Ладно, попробую сам установить этот самый контакт.
— Всем привет, — я помахал пленникам. — Меня зовут капитан Щербачев, вы храбро сражались, и, если вам что-то понадобится, позовите меня, попробую помочь.
Я не ожидал какого-то серьезного ответа. Даже согласия. После обидного поражения обычно совсем не хочется болтать языком. Но неожиданно самый младший из офицеров резко остановился.
— Я коммандер Ламберт, это же вы, как говорят, располовинили мой «Керли», — он не спрашивал, а утверждал. — Нам не нужна ваша помощь, и я со всем сердцем буду ждать вашего поражения через три недели, когда к Дарданеллам придет весь британский и французский флот.
Вот так просто? Какое наивное, но также и опасное время.
— Три недели? Долго. Если честно, мы вас всех ждали через неделю после штурма Дарданелл.
— Коммандер! — моего собеседника попробовали остановить, но казаки конвоя поняли момент и сразу же заткнули рот неизвестному благоразумному французу.
— И чего вы ждали? — коммандер даже не обернулся. — Десяток кораблей, от которых хотели спрятаться за стенами, как в крепости-трусе Севастополе? Как бы не так! Против вас придут силы всего мира. Новые орудия Наполеона III, весь английский флот, и даже на суше вам будет не спрятаться. Бенгальская армия[13] сожжет все ваши жалкие крепости. Вы когда-нибудь видели, как точны гурхские стрелки? Что-то мне подсказывает, что после встречи с ними вы забудете про небо!
Коммандер закончил, обернулся, увидел, как на него смотрят остальные пленники, и только в этот момент понял, что наговорил лишнего. К его чести, оправдываться или закапывать себя еще глубже он не стал — только вскинул подбородок и пошел дальше. Я тоже промолчал: незачем добивать гордость того, кто и так проиграл. Тем более что нужную информацию я и так получил.
— Значит, стрелки? — воодушевился Лешка, стоило пленникам скрыться из виду. — Вряд ли их ружья бьют дальше, чем наши ракеты. Ничего они нам не сделают.
— А если рота рассредоточится и укроется? Сколько ракет тебе потребуется, чтобы их выкурить?
— Но и они до нас не дострельнут?
— Это если мы не полетим бомбить противника… А мы полетим, потому что если этого не делать, то чем мы поможем армии? Впрочем, стрелки — это не главная опасность из тех, что назвал этот коммандер.
— А что главное? Их индийская армия?
— И она не главное, — я был погружен в свои мысли. — Тут важен сам факт, что Англия решила подтянуть силы из своей главной сокровищницы.
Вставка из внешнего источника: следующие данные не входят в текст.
#pragma once
// Integration of a polynomial times a radial weight over the intersection of a triangle and a disc.

#include <algorithm>
#include <cmath>
#include <tepor/flux/disc.hpp>
#include <tepor/quadrature/gauss.hpp>
#include <tepor/quadrature/triangle_rules.hpp>

namespace tepor::detail {

/// Adds up the moments of one cell; all places are relative to the centre of the disc.
class DiscCell {
  public:
    DiscCell(const Disc& disc, const Point (&corner)[3])
        : disc_(disc), corner_{corner[0], corner[1], corner[2]},
          inverse_(1.0 / cross(corner[1] - corner[0], corner[2] - corner[0])),
          height_(disc.scale * (disc.power + 1.0) / (pi * disc.radius * disc.radius)) {}

    void add(double weight, Point p) noexcept {
        const double outside = 1.0 - dot(p, p) / (disc_.radius * disc_.radius);
        double w = height_;
        for (int m = 0; m < disc_.power; ++m) w *= outside;
        const double l1 = inverse_ * cross(p - corner_[0], corner_[2] - corner_[0]);
        const double l2 = inverse_ * cross(corner_[1] - corner_[0], p - corner_[0]);
        const double l[3] = {1.0 - l1 - l2, l1, l2};
        const double part = weight * w;
        for (int i = 0; i < 3; ++i) {
            moment[i] += part * l[i] * l[i];
            moment[3 + i] += part * l[i] * l[i == 2 ? 0 : i + 1];
        }
        square += part * w;
    }

    /// The triangle (centre, a, b), its orientation as the sign, by the collapsed rule: polynomials are exact.
    void add_sector_triangle(Point a, Point b) {
        static const Rule<2> rule = collapsed_triangle_rule(10);
        const double twice = cross(a, b);
        for (Index q = 0; q < rule.size(); ++q) {
            const auto x = rule.point(q);
            add(twice * rule.weight(q), {x[0] * a.x + x[1] * b.x, x[0] * a.y + x[1] * b.y});
        }
    }

    /// The circular sector from a to b (turning less than pi), positive counter-clockwise.
    void add_sector(Point a, Point b) {
        static const Rule<1> turn = gauss_legendre(16), outwards = gauss_legendre(6);
        const double from = std::atan2(a.y, a.x);
        const double angle = std::atan2(cross(a, b), dot(a, b));
        for (Index i = 0; i < turn.size(); ++i) {
            const double at = from + angle * turn.point(i)[0];
            const Point d{std::cos(at), std::sin(at)};
            for (Index j = 0; j < outwards.size(); ++j) {
                const double r = disc_.radius * outwards.point(j)[0];
                add(angle * turn.weight(i) * disc_.radius * outwards.weight(j) * r, r * d);
            }
        }
    }

    /// The intersection of the disc with the triangle (centre, a, b), signed: split where the edge crosses the circle.
    void add_edge(Point a, Point b) {
        const Point d = b - a;
        const double dd = dot(d, d), ad = dot(a, d), rr = disc_.radius * disc_.radius;
        const double root = ad * ad - dd * (dot(a, a) - rr);
        double cut[4] = {0.0, 1.0, 1.0, 1.0};
        int pieces = 1;
        if (root > 0.0) {
            const double s = std::sqrt(root), first = (-ad - s) / dd, second = (-ad + s) / dd;
            double inner[2];
            int count = 0;
            if (first > 0.0 && first < 1.0) inner[count++] = first;
            if (second > 0.0 && second < 1.0) inner[count++] = second;
            for (int i = 0; i < count; ++i) cut[1 + i] = inner[i];
            pieces += count;
            cut[pieces] = 1.0;
        }
        for (int i = 0; i < pieces; ++i) {
            const Point p = a + cut[i] * d, q = a + cut[i + 1] * d, middle = 0.5 * (p + q);
            if (dot(middle, middle) <= rr)
                add_sector_triangle(p, q);
            else
                add_sector(p, q);
        }
    }

    double moment[6] = {};
    double square = 0.0; ///< integral of w^2

  private:
    const Disc& disc_;
    Point corner_[3];
    double inverse_, height_;
};

/// Squared norm of the projection on degree 0 (order 1) or 1 (order 2) of a function with these moments on a triangle.
inline double projection_squared(int order, const double (&m)[6], double area) noexcept {
    double v[3]; // moments against lambda_i
    for (int i = 0; i < 3; ++i) v[i] = m[i] + m[3 + i] + m[i == 0 ? 5 : 2 + i];
    const double sum = v[0] + v[1] + v[2];
    if (order == 1) return sum * sum / area;
    // inverse of the mass matrix area/12 (1 + delta): 12/area (delta - 1/4)
    return 12.0 / area * (v[0] * v[0] + v[1] * v[1] + v[2] * v[2] - 0.25 * sum * sum);
}

} // namespace tepor::detail

namespace tepor {

TEPOR_INLINE std::vector<SpreadSource> disc_moments(const MeshData& mesh, const Disc& disc) {
    using namespace detail;
    static const Rule<2> inside = collapsed_triangle_rule(10);
    std::vector<SpreadSource> out;
    const double r = disc.radius;
    for (Index c = 0; c < mesh.cell_count(); ++c) {
        const Id* node = mesh.cell(c);
        Point p[3];
        double lowx = r, highx = -r, lowy = r, highy = -r, farthest = 0.0;
        for (int i = 0; i < 3; ++i) {
            p[i] = mesh.nodes[as_size(node[i])] - disc.centre;
            lowx = std::min(lowx, p[i].x), highx = std::max(highx, p[i].x);
            lowy = std::min(lowy, p[i].y), highy = std::max(highy, p[i].y);
            farthest = std::max(farthest, dot(p[i], p[i]));
        }
        if (lowx >= r || highx <= -r || lowy >= r || highy <= -r) continue;
        DiscCell cell(disc, p);
        const double area = 0.5 * cross(p[1] - p[0], p[2] - p[0]);
        if (farthest <= r * r) {
            for (Index q = 0; q < inside.size(); ++q) {
                const auto x = inside.point(q);
                cell.add(2.0 * area * inside.weight(q), p[0] + x[0] * (p[1] - p[0]) + x[1] * (p[2] - p[0]));
            }
        } else {
            for (int i = 0; i < 3; ++i) cell.add_edge(p[i], p[i == 2 ? 0 : i + 1]);
        }
        if (!(cell.square > 0.0)) continue;
        SpreadSource source;
        source.cell = as_id(c);
        std::copy(cell.moment, cell.moment + 6, source.moment);
        // the difference of two close numbers: never below its own rounding
        source.lost_squared =
            std::max(cell.square - projection_squared(mesh.order, cell.moment, area), 0.0) + 1e-15 * cell.square;
        out.push_back(source);
    }
    return out;
}

namespace detail {

TEPOR_INLINE void merge_spread(std::vector<SpreadSource>& to, const std::vector<SpreadSource>& from) {
    to.insert(to.end(), from.begin(), from.end());
    std::stable_sort(to.begin(), to.end(),
                     [](const SpreadSource& a, const SpreadSource& b) { return a.cell < b.cell; });
    std::size_t kept = 0;
    for (std::size_t i = 1; i < to.size(); ++i) {
        if (to[i].cell != to[kept].cell) {
            to[++kept] = to[i];
            continue;
        }
        for (int m = 0; m < 6; ++m) to[kept].moment[m] += to[i].moment[m];
        const double lost = std::sqrt(to[kept].lost_squared) + std::sqrt(to[i].lost_squared);
        to[kept].lost_squared = lost * lost;
    }
    if (!to.empty()) to.resize(kept + 1);
}

} // namespace detail
} // namespace tepor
А, раз запустив руку в кубышку, сложно остановиться. Так что, я думаю, из Индийского океана придет не только армия, но и флот. А раз дойдет до этого, то и в метрополии они все выгребут подчистую.
— Я слышал, что Англия никогда не оголяет защиту Ла-Манша, а то французы обязательно воспользовались бы… — мичман Прокопьев не договорил, вспомнив, кто сейчас союзник островитян.
Впрочем, в чем-то он прав. Если Англия и оголит тылы, то только при условии, что точно так же поступит и Франция. И тогда уже скоро мы увидим тут не просто флот, а настоящую новую «Великую армаду».
Дальше до «Чибисов» мы шли молча, в полете тоже особо не поболтаешь, зато можно хорошо подумать. И я думал. Потом заглянул к адмиралам с генералами, вывалил новости и оставил думать теперь и их тоже. А сам пошел к самолетам и попросил дежурного пилота закинуть меня на другой берег к Седд-аль-Бахру. Туда как раз должны были прибывать раненые, а значит, и Анна Алексеевна. Сегодня, пройдясь по грани жизни и смерти, заодно осознав, что дальше легче не будет, я понял, что больше не хочу ничего откладывать. Точно не то, что на самом деле важно.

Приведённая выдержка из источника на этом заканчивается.